Early 3D Adopters: Who's Doing 3D Printing?
Gardner had been told that the company's biggest risk was to do nothing, so he did something. He birthed the idea of the Hudson Print Lab—an area of the company that would be full of cool print gear. "A 3D printer was one of the first things we imagined going in there," he adds. "I wanted something to build cool projects that would put a smile on someone's face without landing us in jail."
Gardner took his $5,000 budget and authorized one of the company's interns to research the options and make the purchase. "We saw it as a way to get our feet wet and begin to understand the technology," explains Gardner. "There are people out there who understand 3D printing deep and wide, but they aren't in the printing realm."
The goal was to find a device that would sit out in the front lobby, draw attention and create conversations with customers. "We wanted something that had a finished enclosure and looked nice—something that would be safe so families could bring their kids in to see it running without any risk of them getting hurt," he says.
In the summer of 2013, the company purchased a CubeX Duo, a two-color machine that offers a resolution of 125 microns and a build area of 10x10˝. The Duo uses extrusion technology, which Gardner felt was safe and offered the least learning curve.

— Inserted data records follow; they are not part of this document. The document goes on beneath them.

def simulated_fixture():
    rng = np.random.default_rng(20240611)
    n = 250
    amount = np.round(rng.lognormal(mean=1.0, sigma=0.5, size=n), 3)
    visits = rng.poisson(2.0, size=n).astype(float)
    flag = (rng.random(n) < 0.4).astype(float)
    group = rng.choice(np.array(["a", "b", "c"]), size=n, p=[0.5, 0.3, 0.2])
    data = {"amount": amount, "visits": visits, "flag": flag, "group": group}
    truth = (-1.2 + 0.8 * np.log(amount) + 0.15 * visits - 0.5 * flag
             + 0.4 * (group == "b") - 0.3 * (group == "c") + 0.2 * visits * (group == "c"))
    y = (rng.random(n) < -np.expm1(-np.exp(truth))).astype(float)
    rows = [{"amount": float(a), "visits": float(v), "flag": float(f), "group": str(g)}
            for a, v, f, g in zip(amount, visits, flag, group)]
    covariates = [
        {"name": "amount", "kind": "continuous"},
        {"name": "visits", "kind": "count"},
        {"name": "flag", "kind": "binary"},
        {"name": "group", "kind": "categorical", "levels": ["a", "b", "c"], "reference": "a"},
    ]
    terms = [
        ("intercept",), ("log", "amount"), ("cov", "visits"), ("pow", "visits", 2),
        ("cov", "flag"), ("level", "group", "b"), ("level", "group", "c"),
        ("prod", [("cov", "visits"), ("level", "group", "c")]),
        ("prod", [("cov", "amount"), ("cov", "flag")]),
    ]
    labels = [term_label(t) for t in terms]
    models = []
    for name, link_name, link in (("simulated-cloglog", "cloglog", glm_links.CLogLog()),
                                  ("simulated-cauchit", "cauchit", glm_links.Cauchy())):
        result = fit_glm(link, y, data, terms)
        fit_text = (f"GLM(y, [{', '.join(labels)}], Binomial({type(link).__name__}()))"
                    ".fit() (IRLS)")
        models.append(model_record(name, link_name, covariates, terms, result, data, rows,
                                   fit_text))
    return {
        "about": "data simulated by this script (numpy default_rng(20240611), n = 250) from a "
                 "cloglog model; the data are input only, every check value comes from "
                 "statsmodels or from the numpy formulas",
        "generated_by": "tests/reference/make_engine_fixtures.py",
        "versions": VERSIONS,
        "rows": rows,
        "models": models,
    }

Responsibility for running the machine is spread around the staff. Hudson's HP operator, lead IT staffer and "mail guru" keep the device printing so the company can keep learning. The team primarily prints open source designs, but they have also experimented with 3D modeling software like CubeX, Sketchup and Blender. Projects have included a pirate ship and dinosaur and rhinoceros heads, as well as a glow-in-the-dark globe with raised continents. Some projects take 20 to 40 hours to print.